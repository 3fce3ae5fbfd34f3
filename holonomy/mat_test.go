package holonomy

import (
	"math"
	"math/cmplx"
	"math/rand/v2"
	"testing"
)

// Test helpers of the linear-algebra and dynamics files (prefix dyn).

// dynRandComplex returns an r×c matrix of independent standard complex
// normal entries.
func dynRandComplex(rng *rand.Rand, r, c int) *Mat {
	m := NewMat(r, c)
	for i := range m.Data {
		m.Data[i] = complex(rng.NormFloat64(), rng.NormFloat64())
	}
	return m
}

// dynRandHermitian returns a random Hermitian n×n matrix with entries of
// size scale.
func dynRandHermitian(rng *rand.Rand, n int, scale float64) *Mat {
	h := NewMat(n, n)
	for i := 0; i < n; i++ {
		h.Set(i, i, complex(scale*rng.NormFloat64(), 0))
		for j := i + 1; j < n; j++ {
			v := complex(scale*rng.NormFloat64(), scale*rng.NormFloat64())
			h.Set(i, j, v)
			h.Set(j, i, cmplx.Conj(v))
		}
	}
	return h
}

// dynRandUnitary returns a random unitary n×n matrix: the Q factor of a
// complex Ginibre matrix by modified Gram–Schmidt.
func dynRandUnitary(rng *rand.Rand, n int) *Mat {
	q := dynRandComplex(rng, n, n)
	for j := 0; j < n; j++ {
		for k := 0; k < j; k++ {
			var dot complex128
			for i := 0; i < n; i++ {
				dot += cmplx.Conj(q.At(i, k)) * q.At(i, j)
			}
			for i := 0; i < n; i++ {
				q.Set(i, j, q.At(i, j)-dot*q.At(i, k))
			}
		}
		var nrm float64
		for i := 0; i < n; i++ {
			nrm += real(q.At(i, j) * cmplx.Conj(q.At(i, j)))
		}
		nrm = math.Sqrt(nrm)
		for i := 0; i < n; i++ {
			q.Set(i, j, q.At(i, j)/complex(nrm, 0))
		}
	}
	return q
}

// dynConjugate returns U diag(vals) U†.
func dynConjugate(u *Mat, vals []float64) *Mat {
	n := u.R
	d := NewMat(n, n)
	for i, v := range vals {
		d.Set(i, i, complex(v, 0))
	}
	t, h := NewMat(n, n), NewMat(n, n)
	Mul(t, u, d)
	MulBH(h, t, u)
	return h
}

// dynNaiveMul returns a·b by the textbook triple loop, independent of the
// kernels under test.
func dynNaiveMul(a, b *Mat) *Mat {
	c := NewMat(a.R, b.C)
	for i := 0; i < a.R; i++ {
		for j := 0; j < b.C; j++ {
			var s complex128
			for k := 0; k < a.C; k++ {
				s += a.At(i, k) * b.At(k, j)
			}
			c.Set(i, j, s)
		}
	}
	return c
}

func dynAdjoint(a *Mat) *Mat {
	b := NewMat(a.C, a.R)
	Adjoint(b, a)
	return b
}

// TestMulKernels checks Mul, MulAH and MulBH, including the unrolled 4×4
// kernels, against the textbook triple loop for square and rectangular
// shapes.
func TestMulKernels(t *testing.T) {
	rng := rand.New(rand.NewPCG(11, 12))
	shapes := [][3]int{{4, 4, 4}, {1, 1, 1}, {2, 3, 4}, {3, 3, 3}, {4, 4, 1}, {5, 4, 4}, {16, 16, 16}, {4, 2, 4}}
	for _, sh := range shapes {
		a := dynRandComplex(rng, sh[0], sh[1])
		b := dynRandComplex(rng, sh[1], sh[2])
		want := dynNaiveMul(a, b)
		got := NewMat(sh[0], sh[2])
		Mul(got, a, b)
		if d := FrobeniusDist(got, want); d > 1e-13*FrobeniusNorm(want) {
			t.Errorf("Mul %v: error %g", sh, d)
		}
		ah := dynAdjoint(a) // sh[1]×sh[0]
		MulAH(got, ah, b)   // (a†)† b = a b
		if d := FrobeniusDist(got, want); d > 1e-13*FrobeniusNorm(want) {
			t.Errorf("MulAH %v: error %g", sh, d)
		}
		bh := dynAdjoint(b) // sh[2]×sh[1]
		MulBH(got, a, bh)   // a (b†)† = a b
		if d := FrobeniusDist(got, want); d > 1e-13*FrobeniusNorm(want) {
			t.Errorf("MulBH %v: error %g", sh, d)
		}
		if sh[0] == sh[1] && sh[1] == sh[2] {
			n := sh[0]
			g := NewMat(n, n)
			mulSq(g.Data, a.Data, b.Data, n)
			if d := FrobeniusDist(g, want); d > 1e-13*FrobeniusNorm(want) {
				t.Errorf("mulSq %d: error %g", n, d)
			}
			mulSqBH(g.Data, a.Data, bh.Data, n)
			if d := FrobeniusDist(g, want); d > 1e-13*FrobeniusNorm(want) {
				t.Errorf("mulSqBH %d: error %g", n, d)
			}
		}
	}
}

// TestMulHerm checks the Hermitian-product kernel on commuting Hermitian
// matrices (powers of one Hermitian matrix).
func TestMulHerm(t *testing.T) {
	rng := rand.New(rand.NewPCG(13, 14))
	for _, n := range []int{1, 2, 3, 4, 7} {
		h := dynRandHermitian(rng, n, 1)
		h2 := dynNaiveMul(h, h)
		want := dynNaiveMul(h2, h)
		got := NewMat(n, n)
		mulHerm(got.Data, h2.Data, h.Data, n)
		if d := FrobeniusDist(got, want); d > 1e-13*FrobeniusNorm(want) {
			t.Errorf("n=%d: error %g", n, d)
		}
	}
}

func TestMatBasics(t *testing.T) {
	a := NewMatFrom(2, 2, []complex128{1, 2i, 3, 4 - 1i})
	if Trace(a) != 5-1i {
		t.Errorf("Trace = %v", Trace(a))
	}
	b := NewMat(2, 2)
	Adjoint(b, a)
	if b.At(0, 1) != 3 || b.At(1, 0) != -2i || b.At(1, 1) != 4+1i {
		t.Errorf("Adjoint = %v", b)
	}
	if got := FrobeniusNorm(a); math.Abs(got-math.Sqrt(1+4+9+17)) > 1e-15 {
		t.Errorf("FrobeniusNorm = %g", got)
	}
	if UnitarityError(Identity(3)) != 0 {
		t.Error("identity not unitary")
	}
	c := a.Clone()
	c.Set(0, 0, 7)
	if a.At(0, 0) != 1 {
		t.Error("Clone shares storage")
	}
	sub := NewMat(2, 2)
	u := NewMatFrom(3, 3, []complex128{1, 2, 3, 4, 5, 6, 7, 8, 9})
	Block(sub, u, []int{2, 0})
	if sub.At(0, 0) != 9 || sub.At(0, 1) != 7 || sub.At(1, 0) != 3 || sub.At(1, 1) != 1 {
		t.Errorf("Block = %v", sub)
	}
}

func TestMatPanicsOnShape(t *testing.T) {
	cases := map[string]func(){
		"Mul":    func() { Mul(NewMat(2, 2), NewMat(2, 3), NewMat(2, 2)) },
		"MulAH":  func() { MulAH(NewMat(2, 2), NewMat(3, 2), NewMat(2, 2)) },
		"MulBH":  func() { MulBH(NewMat(2, 2), NewMat(2, 2), NewMat(2, 3)) },
		"Trace":  func() { Trace(NewMat(2, 3)) },
		"Copy":   func() { NewMat(2, 2).Copy(NewMat(3, 3)) },
		"Block":  func() { Block(NewMat(2, 2), Identity(3), []int{0}) },
		"Factor": func() { NewEigen(3).Factorize(NewMat(2, 2), make([]float64, 3), NewMat(3, 3)) },
		"Exp":    func() { NewExponential(3).Exp(NewMat(3, 3), NewMat(2, 2)) },
	}
	for name, f := range cases {
		func() {
			defer func() {
				if recover() == nil {
					t.Errorf("%s: no panic on a shape mismatch", name)
				}
			}()
			f()
		}()
	}
}
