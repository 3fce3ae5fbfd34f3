package holonomy

import (
	"fmt"
	"math"
)

// Propagator propagates state vectors or propagators through
// piecewise-constant (zero-order-hold) Hamiltonians exactly:
// U = Π_k exp(−i H_k Δt), with an optional non-Hermitian loss term.
//
// Each step is the matrix exponential of the constant generator, exact to
// rounding: Step (Hermitian H) uses the closed form of a star-shaped
// coupling graph where H has that form (Morris and Shore, Phys. Rev. A 27,
// 906 (1983); see starStep), else a diagonal Padé approximant of
// Exponential (Higham, SIAM J. Matrix Anal. Appl. 26, 1179 (2005)) for
// ordinary steps and the eigendecomposition H = VΛV† of Eigen for very long
// ones; StepDecay (non-Hermitian H − iΓ/2) uses Exponential with scaling and
// squaring. Nothing is approximated by splitting or time stepping: for a
// zero-order-hold waveform the product of steps is the exact propagator.
//
// A Propagator is a reusable workspace; its step methods do not allocate.
// It is not safe for concurrent use.
type Propagator struct {
	n    int
	eig  *Eigen
	exp  *Exponential
	vals []float64
	v    *Mat
	w    *Mat
	t    Mat          // n×c scratch; its Data is a prefix of tbuf
	tbuf []complex128 // storage for t
	h    *Mat
	gam  []float64
}

// NewPropagator returns a propagation workspace for n levels.
func NewPropagator(n int) *Propagator {
	return &Propagator{
		n:    n,
		eig:  NewEigen(n),
		exp:  NewExponential(n),
		vals: make([]float64, n),
		v:    NewMat(n, n),
		w:    NewMat(n, n),
		tbuf: make([]complex128, n*n),
		h:    NewMat(n, n),
		gam:  make([]float64, n),
	}
}

// Step sets u ← exp(−i h dt)·u for the Hermitian n×n matrix h (rad/s) and
// step dt (s). u is n×c: a propagator (c = n) or a set of c state vectors as
// columns. Only the upper triangle and the real diagonal of h are read.
//
// The exponential is exact to rounding by one of three methods, whichever
// is cheapest. When h has the star form of a Morris–Shore two-level system
// plus dark states (every coupling touches one level and the other levels
// share one diagonal entry: the tripod or Λ on two-photon resonance), a
// closed form costs O(n) per column (see starStep). Otherwise, for ‖h‖₁|dt| ≤ θ₁₃ = 5.37 (Higham 2005; every realistic
// zero-order-hold step) the diagonal Padé approximant of Exponential without
// squaring, which is unitary in exact arithmetic for the skew-Hermitian
// −ih dt; for larger steps the eigendecomposition h = VΛV† of Eigen,
// exp(−ih dt) = V e^{−iΛdt} V†, whose cost does not grow with ‖h‖dt.
// Step does not allocate (except once when u has more than n columns).
func (p *Propagator) Step(u, h *Mat, dt float64) {
	n := p.n
	if h.R != n || h.C != n || u.R != n {
		panic(fmt.Sprintf("holonomy: Propagator.Step: workspace %d, H %d×%d, u %d×%d", n, h.R, h.C, u.R, u.C))
	}
	hd := h.Data[:n*n]
	if starStep(u, hd, n, dt) {
		return
	}
	// B = h dt in full Hermitian storage, and the 1-norm bound of Exp.
	b := p.v.Data[:n*n]
	for i := 0; i < n; i++ {
		b[i*n+i] = complex(real(hd[i*n+i])*dt, 0)
		for j := i + 1; j < n; j++ {
			v := hd[i*n+j]
			x := complex(real(v)*dt, imag(v)*dt)
			b[i*n+j] = x
			b[j*n+i] = complex(real(x), -imag(x))
		}
	}
	t := p.tmpFor(u)
	if norm := norm1Cols(b, n); norm <= padeTheta[4] {
		// exp(−ih dt) ≈ M⁻¹N (N in p.w): u ← M⁻¹(N u), which for state
		// vectors (few columns) is cheaper than forming M⁻¹N and for
		// propagators costs the same.
		m, _ := p.exp.padeHermitian(p.w.Data, b, norm)
		Mul(t, p.w, u)
		luSolve(m, t.Data, n, u.C)
		u.Copy(t)
		return
	}
	p.stepEigen(u, h, dt, t)
}

// stepEigen is Step by eigendecomposition: u ← V e^{−iΛdt} V† u.
func (p *Propagator) stepEigen(u, h *Mat, dt float64, t *Mat) {
	p.eig.Factorize(h, p.vals, p.v)
	MulAH(t, p.v, u)
	c := u.C
	for i, l := range p.vals {
		s, co := math.Sincos(l * dt)
		ph := complex(co, -s)
		row := t.Data[i*c : i*c+c]
		for j := range row {
			row[j] *= ph
		}
	}
	Mul(u, p.v, t)
}

// StepDecay sets u ← exp(−i (h − iΓ/2) dt)·u, where Γ = diag(decay) holds
// the population loss rate of every level (1/s) and h is Hermitian (rad/s).
// An amplitude on level k then decays as e^{−Γ_k t/2}, its population as
// e^{−Γ_k t}; the lost norm is leakage out of the modelled levels
// (spontaneous emission to elsewhere). As in Step, only the upper triangle
// and the real diagonal of h are read. StepDecay does not allocate.
func (p *Propagator) StepDecay(u, h *Mat, decay []float64, dt float64) {
	n := p.n
	if h.R != n || h.C != n || u.R != n || len(decay) != n {
		panic(fmt.Sprintf("holonomy: Propagator.StepDecay: workspace %d, H %d×%d, u %d×%d, %d decay rates", n, h.R, h.C, u.R, u.C, len(decay)))
	}
	a := p.w
	hermitianTimesMinusI(a.Data, h.Data, n, dt)
	for k, g := range decay {
		a.Data[k*n+k] -= complex(g*dt/2, 0)
	}
	t := p.tmpFor(u)
	if n > 1 {
		m, nn, s, ok := p.exp.pade(a.Data)
		if ok && s == 0 {
			// exp ≈ M⁻¹N without squaring: u ← M⁻¹(N u).
			num := Mat{R: n, C: n, Data: nn}
			Mul(t, &num, u)
			luSolve(m, t.Data, n, u.C)
			u.Copy(t)
			return
		}
	}
	p.exp.Exp(a, a)
	t.Copy(u)
	Mul(u, a, t)
}

// hermitianTimesMinusI sets a = −i h dt for the Hermitian n×n matrix h
// given by its upper triangle and real diagonal.
func hermitianTimesMinusI(a, h []complex128, n int, dt float64) {
	a, h = a[:n*n], h[:n*n]
	for i := 0; i < n; i++ {
		a[i*n+i] = complex(0, -real(h[i*n+i])*dt)
		for j := i + 1; j < n; j++ {
			v := h[i*n+j]
			x := complex(imag(v)*dt, -real(v)*dt) // −i h_ij dt
			a[i*n+j] = x
			a[j*n+i] = complex(-real(x), imag(x)) // −conj(x)
		}
	}
}

// tmpFor returns an n×c scratch matrix shaped like u; it allocates only
// when u has more columns than any u before (and n).
func (p *Propagator) tmpFor(u *Mat) *Mat {
	k := p.n * u.C
	if k > cap(p.tbuf) {
		p.tbuf = make([]complex128, k)
	}
	p.t = Mat{R: p.n, C: u.C, Data: p.tbuf[:k]}
	return &p.t
}

// Sequence multiplies u from the left by the propagator of the
// zero-order-hold sequence points (each held for dt seconds) on scheme s:
// u ← U_N ⋯ U_1·u with U_k = exp(−i(H(points[k]) − iΓ/2)dt), where H is
// s.Hamiltonian and Γ_k = s.Levels[k].Decay. Without decay every step is
// unitary (Step); with decay it is StepDecay. Start from u = I to obtain the
// full propagator; Block extracts its computational block. Sequence does not
// allocate.
func (p *Propagator) Sequence(u *Mat, s *Scheme, points []Point, dt float64) {
	n := p.n
	if s.Dim() != n {
		panic(fmt.Sprintf("holonomy: Propagator.Sequence: workspace %d, scheme %d levels", n, s.Dim()))
	}
	lossy := false
	for k, l := range s.Levels {
		p.gam[k] = l.Decay
		if l.Decay != 0 {
			lossy = true
		}
	}
	for _, pt := range points {
		s.Hamiltonian(p.h, pt)
		if lossy {
			p.StepDecay(u, p.h, p.gam, dt)
		} else {
			p.Step(u, p.h, dt)
		}
	}
}

// PropagateZOH returns the full n×n propagator U = U_N ⋯ U_1 of the
// zero-order-hold sequence points, each held for dt seconds, on scheme s,
// including the level decay of s as non-Hermitian loss (see
// Propagator.Sequence). It allocates its workspace and result.
func PropagateZOH(s *Scheme, points []Point, dt float64) *Mat {
	n := s.Dim()
	u := Identity(n)
	NewPropagator(n).Sequence(u, s, points, dt)
	return u
}

// Block sets dst (d×d) to the block of u on the given levels:
// dst_ab = u_{levels[a], levels[b]}. With levels = the computational levels
// of a scheme and u a full propagator it gives the computational block P U P.
func Block(dst, u *Mat, levels []int) {
	d := len(levels)
	if dst.R != d || dst.C != d {
		panic(fmt.Sprintf("holonomy: Block: %d levels into %d×%d", d, dst.R, dst.C))
	}
	for a, i := range levels {
		for b, j := range levels {
			dst.Data[a*d+b] = u.At(i, j)
		}
	}
}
= = = = = = =
* _Task item_: The expected output is exactly the lines of the listing above between the line holding "the modelled levels" and the line holding "and real diagonal.", inclusive.

* _Problem solution_:
// e^{−Γ_k t}; the lost norm is leakage out of the modelled levels
// (spontaneous emission to elsewhere). As in Step, only the upper triangle
// and the real diagonal of h are read. StepDecay does not allocate.
func (p *Propagator) StepDecay(u, h *Mat, decay []float64, dt float64) {
	n := p.n
	if h.R != n || h.C != n || u.R != n || len(decay) != n {
		panic(fmt.Sprintf("holonomy: Propagator.StepDecay: workspace %d, H %d×%d, u %d×%d, %d decay rates", n, h.R, h.C, u.R, u.C, len(decay)))
	}
	a := p.w
	hermitianTimesMinusI(a.Data, h.Data, n, dt)
	for k, g := range decay {
		a.Data[k*n+k] -= complex(g*dt/2, 0)
	}
	t := p.tmpFor(u)
	if n > 1 {
		m, nn, s, ok := p.exp.pade(a.Data)
		if ok && s == 0 {
			// exp ≈ M⁻¹N without squaring: u ← M⁻¹(N u).
			num := Mat{R: n, C: n, Data: nn}
			Mul(t, &num, u)
			luSolve(m, t.Data, n, u.C)
			u.Copy(t)
			return
		}
	}
	p.exp.Exp(a, a)
	t.Copy(u)
	Mul(u, a, t)
}

// hermitianTimesMinusI sets a = −i h dt for the Hermitian n×n matrix h
// given by its upper triangle and real diagonal.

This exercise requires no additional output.